▸ **Problem to work on**
Would you reproduce exactly the lines below from the one holding "edge is set at" through the one holding "midband.frequency_hz == 0.0", inclusive, and no others?

▸ **Dataset**
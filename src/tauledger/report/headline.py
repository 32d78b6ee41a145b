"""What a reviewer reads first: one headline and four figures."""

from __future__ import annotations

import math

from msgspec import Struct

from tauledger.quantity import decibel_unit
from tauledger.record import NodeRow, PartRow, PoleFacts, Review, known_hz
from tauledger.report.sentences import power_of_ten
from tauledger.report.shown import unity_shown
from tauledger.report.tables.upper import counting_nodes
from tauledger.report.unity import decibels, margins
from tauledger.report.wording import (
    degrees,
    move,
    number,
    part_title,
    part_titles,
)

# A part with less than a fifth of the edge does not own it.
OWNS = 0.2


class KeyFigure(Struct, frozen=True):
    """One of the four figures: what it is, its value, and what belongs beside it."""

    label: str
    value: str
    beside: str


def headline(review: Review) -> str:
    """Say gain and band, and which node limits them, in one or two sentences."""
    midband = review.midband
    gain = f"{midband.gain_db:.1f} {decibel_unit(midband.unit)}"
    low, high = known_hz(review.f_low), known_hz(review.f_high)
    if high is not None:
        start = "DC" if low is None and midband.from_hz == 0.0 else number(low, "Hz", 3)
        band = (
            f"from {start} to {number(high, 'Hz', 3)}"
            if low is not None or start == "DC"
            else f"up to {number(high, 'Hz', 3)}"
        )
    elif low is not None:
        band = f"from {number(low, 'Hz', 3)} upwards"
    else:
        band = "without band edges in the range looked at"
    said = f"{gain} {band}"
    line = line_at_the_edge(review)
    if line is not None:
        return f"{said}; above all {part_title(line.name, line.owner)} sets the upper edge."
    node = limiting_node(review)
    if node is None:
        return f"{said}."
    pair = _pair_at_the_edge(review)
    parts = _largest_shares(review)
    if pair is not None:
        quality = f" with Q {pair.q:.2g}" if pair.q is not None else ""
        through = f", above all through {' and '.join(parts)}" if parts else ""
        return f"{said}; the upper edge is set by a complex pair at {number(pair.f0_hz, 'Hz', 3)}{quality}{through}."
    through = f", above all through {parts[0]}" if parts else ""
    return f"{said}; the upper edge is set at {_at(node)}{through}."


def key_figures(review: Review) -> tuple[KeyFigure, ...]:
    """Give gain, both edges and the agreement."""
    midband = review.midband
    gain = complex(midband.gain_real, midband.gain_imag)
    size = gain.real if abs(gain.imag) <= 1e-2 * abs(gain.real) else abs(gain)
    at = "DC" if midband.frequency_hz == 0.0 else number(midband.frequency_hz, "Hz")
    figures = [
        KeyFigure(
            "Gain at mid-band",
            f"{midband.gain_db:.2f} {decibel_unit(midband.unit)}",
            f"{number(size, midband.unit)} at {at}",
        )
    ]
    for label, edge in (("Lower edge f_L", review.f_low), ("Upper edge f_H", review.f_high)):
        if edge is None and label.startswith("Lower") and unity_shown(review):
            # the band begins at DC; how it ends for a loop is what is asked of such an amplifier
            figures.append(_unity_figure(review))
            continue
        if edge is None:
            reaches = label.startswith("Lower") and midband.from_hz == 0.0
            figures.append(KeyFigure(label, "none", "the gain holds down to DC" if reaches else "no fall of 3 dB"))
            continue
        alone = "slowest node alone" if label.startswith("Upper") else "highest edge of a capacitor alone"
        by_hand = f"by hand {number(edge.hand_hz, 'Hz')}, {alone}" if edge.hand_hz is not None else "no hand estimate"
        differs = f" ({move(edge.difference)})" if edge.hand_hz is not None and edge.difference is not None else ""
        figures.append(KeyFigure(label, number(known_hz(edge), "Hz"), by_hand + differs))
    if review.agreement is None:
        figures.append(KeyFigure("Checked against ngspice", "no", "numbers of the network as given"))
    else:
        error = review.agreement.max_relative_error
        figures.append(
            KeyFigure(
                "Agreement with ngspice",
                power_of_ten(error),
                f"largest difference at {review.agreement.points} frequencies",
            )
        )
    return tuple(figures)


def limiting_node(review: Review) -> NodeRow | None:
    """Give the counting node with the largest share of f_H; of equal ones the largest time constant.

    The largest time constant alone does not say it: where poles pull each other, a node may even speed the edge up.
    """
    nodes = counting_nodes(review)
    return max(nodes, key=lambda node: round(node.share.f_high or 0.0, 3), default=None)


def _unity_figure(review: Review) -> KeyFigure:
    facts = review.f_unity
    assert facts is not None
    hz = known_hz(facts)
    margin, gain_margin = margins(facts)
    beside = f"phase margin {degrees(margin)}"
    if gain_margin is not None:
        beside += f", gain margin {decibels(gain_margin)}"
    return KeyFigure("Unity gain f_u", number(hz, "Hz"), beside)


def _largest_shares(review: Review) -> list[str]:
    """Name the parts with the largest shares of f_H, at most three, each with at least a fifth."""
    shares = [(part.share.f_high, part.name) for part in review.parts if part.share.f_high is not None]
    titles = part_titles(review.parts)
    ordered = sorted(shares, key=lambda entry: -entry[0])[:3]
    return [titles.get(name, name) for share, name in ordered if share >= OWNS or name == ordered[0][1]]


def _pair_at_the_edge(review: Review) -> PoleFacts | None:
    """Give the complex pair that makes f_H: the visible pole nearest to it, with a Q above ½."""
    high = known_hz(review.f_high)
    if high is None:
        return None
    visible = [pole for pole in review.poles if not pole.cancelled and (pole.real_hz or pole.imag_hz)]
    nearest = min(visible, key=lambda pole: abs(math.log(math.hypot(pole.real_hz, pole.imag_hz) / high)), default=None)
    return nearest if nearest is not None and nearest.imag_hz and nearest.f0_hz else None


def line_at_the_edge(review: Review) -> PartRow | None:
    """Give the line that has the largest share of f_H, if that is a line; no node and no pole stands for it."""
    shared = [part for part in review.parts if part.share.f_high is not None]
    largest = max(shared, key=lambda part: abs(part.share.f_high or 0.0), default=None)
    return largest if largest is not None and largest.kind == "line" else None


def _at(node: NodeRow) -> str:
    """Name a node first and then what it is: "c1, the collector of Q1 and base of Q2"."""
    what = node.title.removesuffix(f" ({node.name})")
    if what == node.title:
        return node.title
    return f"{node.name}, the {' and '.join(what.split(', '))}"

==

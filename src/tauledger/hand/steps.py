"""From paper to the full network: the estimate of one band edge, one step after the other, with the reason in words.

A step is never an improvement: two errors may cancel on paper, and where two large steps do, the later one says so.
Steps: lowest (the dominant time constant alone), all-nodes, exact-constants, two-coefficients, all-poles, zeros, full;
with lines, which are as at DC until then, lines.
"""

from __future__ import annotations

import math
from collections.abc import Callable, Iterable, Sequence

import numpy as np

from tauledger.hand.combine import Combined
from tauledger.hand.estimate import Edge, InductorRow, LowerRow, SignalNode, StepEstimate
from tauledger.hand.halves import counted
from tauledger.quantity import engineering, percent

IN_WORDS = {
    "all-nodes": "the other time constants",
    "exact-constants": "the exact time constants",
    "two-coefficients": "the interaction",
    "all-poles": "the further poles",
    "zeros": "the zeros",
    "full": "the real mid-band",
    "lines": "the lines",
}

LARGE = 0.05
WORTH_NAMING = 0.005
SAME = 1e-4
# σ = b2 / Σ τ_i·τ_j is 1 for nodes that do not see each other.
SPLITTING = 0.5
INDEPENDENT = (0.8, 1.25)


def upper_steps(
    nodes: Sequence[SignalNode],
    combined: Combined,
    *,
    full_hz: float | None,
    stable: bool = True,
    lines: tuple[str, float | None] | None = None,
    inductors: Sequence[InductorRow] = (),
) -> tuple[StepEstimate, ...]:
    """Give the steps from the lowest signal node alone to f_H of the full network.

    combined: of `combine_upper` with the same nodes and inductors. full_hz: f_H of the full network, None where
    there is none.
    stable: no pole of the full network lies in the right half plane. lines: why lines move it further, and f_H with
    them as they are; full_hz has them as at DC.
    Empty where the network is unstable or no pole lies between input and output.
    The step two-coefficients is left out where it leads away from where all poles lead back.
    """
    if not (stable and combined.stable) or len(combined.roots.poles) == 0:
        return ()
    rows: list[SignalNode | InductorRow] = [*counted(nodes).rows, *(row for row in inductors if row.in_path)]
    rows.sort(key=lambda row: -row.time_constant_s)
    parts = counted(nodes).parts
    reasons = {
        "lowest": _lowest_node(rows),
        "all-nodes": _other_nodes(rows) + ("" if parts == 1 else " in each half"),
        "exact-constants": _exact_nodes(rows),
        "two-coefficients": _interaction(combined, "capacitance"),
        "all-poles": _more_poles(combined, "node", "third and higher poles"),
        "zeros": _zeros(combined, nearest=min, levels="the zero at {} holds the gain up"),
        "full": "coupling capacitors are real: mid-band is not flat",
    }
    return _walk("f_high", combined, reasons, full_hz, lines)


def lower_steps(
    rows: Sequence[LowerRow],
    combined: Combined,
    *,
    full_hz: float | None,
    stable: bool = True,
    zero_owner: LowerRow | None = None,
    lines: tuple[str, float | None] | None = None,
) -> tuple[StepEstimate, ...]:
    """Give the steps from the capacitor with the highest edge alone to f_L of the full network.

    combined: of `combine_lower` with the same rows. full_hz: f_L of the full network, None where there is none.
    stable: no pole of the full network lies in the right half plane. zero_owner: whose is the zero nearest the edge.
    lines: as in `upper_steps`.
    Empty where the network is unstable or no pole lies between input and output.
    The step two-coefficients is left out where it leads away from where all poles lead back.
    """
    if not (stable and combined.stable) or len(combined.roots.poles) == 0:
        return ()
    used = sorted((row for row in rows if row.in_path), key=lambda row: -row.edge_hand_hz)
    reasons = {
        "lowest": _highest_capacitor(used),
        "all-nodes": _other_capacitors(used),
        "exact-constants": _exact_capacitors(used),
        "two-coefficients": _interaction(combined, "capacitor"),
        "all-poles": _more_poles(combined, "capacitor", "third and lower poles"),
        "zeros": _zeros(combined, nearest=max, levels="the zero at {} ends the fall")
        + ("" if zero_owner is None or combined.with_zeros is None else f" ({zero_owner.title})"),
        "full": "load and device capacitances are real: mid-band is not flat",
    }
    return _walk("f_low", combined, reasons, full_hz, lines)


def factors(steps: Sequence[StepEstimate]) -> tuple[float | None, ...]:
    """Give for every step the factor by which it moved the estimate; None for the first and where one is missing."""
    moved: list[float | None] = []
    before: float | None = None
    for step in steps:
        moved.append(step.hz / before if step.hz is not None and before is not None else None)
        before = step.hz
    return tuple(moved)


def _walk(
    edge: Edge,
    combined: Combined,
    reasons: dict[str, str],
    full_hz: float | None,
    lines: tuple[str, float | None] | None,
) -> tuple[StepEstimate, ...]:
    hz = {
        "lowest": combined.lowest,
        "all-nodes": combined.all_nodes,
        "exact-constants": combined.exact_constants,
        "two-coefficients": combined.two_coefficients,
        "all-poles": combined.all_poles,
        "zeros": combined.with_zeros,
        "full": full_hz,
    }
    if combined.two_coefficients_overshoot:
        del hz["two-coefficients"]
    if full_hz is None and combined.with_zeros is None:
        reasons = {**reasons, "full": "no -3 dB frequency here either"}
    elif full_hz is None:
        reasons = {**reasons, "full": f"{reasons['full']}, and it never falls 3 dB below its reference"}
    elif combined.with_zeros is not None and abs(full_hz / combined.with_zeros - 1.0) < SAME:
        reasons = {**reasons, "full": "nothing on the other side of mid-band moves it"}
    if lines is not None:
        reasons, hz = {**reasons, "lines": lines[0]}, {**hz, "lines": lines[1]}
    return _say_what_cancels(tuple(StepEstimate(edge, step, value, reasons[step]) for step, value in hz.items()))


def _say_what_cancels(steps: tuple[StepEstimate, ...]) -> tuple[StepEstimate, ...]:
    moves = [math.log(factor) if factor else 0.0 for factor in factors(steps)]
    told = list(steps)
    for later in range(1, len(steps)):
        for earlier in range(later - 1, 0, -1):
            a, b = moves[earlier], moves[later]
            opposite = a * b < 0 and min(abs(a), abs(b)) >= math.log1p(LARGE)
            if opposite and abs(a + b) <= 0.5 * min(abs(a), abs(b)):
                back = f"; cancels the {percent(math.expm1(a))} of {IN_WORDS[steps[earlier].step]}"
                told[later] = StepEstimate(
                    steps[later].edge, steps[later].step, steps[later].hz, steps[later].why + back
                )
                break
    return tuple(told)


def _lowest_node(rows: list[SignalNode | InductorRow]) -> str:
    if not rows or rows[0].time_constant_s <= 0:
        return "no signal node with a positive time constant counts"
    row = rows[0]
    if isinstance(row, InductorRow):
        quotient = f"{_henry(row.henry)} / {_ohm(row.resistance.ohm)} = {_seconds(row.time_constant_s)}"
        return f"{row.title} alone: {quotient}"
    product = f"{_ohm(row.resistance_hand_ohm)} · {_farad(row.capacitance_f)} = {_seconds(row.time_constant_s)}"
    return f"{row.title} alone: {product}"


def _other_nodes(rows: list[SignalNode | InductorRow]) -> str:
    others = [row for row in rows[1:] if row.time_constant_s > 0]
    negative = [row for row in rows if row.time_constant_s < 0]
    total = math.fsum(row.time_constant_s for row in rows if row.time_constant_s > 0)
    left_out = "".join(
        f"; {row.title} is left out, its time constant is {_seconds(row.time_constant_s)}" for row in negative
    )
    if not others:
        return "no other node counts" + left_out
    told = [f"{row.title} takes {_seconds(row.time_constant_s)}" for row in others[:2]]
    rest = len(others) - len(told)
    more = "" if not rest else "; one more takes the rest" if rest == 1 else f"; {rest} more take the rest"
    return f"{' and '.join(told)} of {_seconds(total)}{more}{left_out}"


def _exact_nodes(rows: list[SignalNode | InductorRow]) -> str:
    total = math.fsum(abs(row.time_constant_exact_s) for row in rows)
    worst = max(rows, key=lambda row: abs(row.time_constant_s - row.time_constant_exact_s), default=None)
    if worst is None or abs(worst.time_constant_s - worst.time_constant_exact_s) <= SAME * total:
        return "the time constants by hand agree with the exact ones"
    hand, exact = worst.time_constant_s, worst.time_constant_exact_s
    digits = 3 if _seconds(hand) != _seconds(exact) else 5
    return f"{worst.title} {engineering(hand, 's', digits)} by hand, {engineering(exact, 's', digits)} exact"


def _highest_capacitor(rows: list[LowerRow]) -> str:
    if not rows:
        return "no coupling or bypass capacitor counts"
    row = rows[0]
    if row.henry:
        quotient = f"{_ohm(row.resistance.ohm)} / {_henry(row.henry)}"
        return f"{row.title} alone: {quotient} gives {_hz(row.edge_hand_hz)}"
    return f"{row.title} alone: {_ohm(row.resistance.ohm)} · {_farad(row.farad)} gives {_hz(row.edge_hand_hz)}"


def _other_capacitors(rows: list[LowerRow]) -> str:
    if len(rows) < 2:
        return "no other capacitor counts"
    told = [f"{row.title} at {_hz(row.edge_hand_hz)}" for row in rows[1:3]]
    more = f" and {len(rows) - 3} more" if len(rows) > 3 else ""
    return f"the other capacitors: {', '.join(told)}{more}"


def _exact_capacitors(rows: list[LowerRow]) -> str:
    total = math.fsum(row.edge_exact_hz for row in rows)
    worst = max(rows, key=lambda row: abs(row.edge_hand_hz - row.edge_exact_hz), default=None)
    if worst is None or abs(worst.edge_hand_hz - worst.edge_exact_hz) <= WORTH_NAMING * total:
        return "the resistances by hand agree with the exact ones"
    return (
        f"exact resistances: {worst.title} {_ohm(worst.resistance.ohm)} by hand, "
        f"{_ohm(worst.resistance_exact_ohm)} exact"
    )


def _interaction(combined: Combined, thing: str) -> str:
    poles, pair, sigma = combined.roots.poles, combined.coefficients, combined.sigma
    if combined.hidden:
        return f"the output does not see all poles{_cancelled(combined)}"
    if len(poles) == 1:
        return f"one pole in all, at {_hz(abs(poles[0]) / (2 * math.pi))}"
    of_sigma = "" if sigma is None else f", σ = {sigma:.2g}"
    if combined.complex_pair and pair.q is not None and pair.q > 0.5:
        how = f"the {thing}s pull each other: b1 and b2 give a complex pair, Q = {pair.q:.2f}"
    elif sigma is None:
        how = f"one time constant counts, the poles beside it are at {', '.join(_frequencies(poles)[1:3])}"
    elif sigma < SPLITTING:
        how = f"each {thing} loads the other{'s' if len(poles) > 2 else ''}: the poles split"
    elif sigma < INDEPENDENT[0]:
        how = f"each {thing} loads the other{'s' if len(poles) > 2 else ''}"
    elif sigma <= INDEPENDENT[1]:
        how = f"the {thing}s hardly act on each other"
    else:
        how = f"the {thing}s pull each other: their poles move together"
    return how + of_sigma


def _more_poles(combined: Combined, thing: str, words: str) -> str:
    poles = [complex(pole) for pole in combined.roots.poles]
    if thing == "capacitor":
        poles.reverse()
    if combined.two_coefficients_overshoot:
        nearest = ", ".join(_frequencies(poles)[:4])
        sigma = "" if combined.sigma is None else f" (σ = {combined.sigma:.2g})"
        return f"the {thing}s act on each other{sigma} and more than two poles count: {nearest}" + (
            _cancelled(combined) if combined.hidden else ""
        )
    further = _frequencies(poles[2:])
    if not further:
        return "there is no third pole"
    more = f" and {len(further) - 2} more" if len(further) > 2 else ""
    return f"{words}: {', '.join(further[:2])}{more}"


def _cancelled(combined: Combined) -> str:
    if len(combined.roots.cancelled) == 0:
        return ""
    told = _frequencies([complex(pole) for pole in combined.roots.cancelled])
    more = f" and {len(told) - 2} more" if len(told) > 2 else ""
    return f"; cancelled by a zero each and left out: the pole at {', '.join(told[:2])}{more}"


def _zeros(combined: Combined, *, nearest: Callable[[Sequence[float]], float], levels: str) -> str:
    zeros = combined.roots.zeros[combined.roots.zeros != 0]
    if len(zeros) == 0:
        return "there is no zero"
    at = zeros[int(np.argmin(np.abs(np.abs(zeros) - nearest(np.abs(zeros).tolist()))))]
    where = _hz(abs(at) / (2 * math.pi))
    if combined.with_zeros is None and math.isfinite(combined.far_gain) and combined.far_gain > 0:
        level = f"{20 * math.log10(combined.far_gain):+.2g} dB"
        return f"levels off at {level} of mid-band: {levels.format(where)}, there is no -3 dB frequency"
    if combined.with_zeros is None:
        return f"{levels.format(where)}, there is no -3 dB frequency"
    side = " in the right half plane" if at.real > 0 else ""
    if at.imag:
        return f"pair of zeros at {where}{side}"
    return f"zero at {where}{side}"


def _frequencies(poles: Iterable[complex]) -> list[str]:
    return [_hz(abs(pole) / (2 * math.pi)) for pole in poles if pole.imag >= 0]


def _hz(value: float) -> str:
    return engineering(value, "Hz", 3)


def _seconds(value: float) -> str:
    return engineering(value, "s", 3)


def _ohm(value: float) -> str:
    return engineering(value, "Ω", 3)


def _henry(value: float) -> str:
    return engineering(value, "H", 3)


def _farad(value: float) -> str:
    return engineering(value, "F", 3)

▸ **Task answer**
    return f"{said}; the upper edge is set at {_at(node)}{through}."


def key_figures(review: Review) -> tuple[KeyFigure, ...]:
    """Give gain, both edges and the agreement."""
    midband = review.midband
    gain = complex(midband.gain_real, midband.gain_imag)
    size = gain.real if abs(gain.imag) <= 1e-2 * abs(gain.real) else abs(gain)
    at = "DC" if midband.frequency_hz == 0.0 else number(midband.frequency_hz, "Hz")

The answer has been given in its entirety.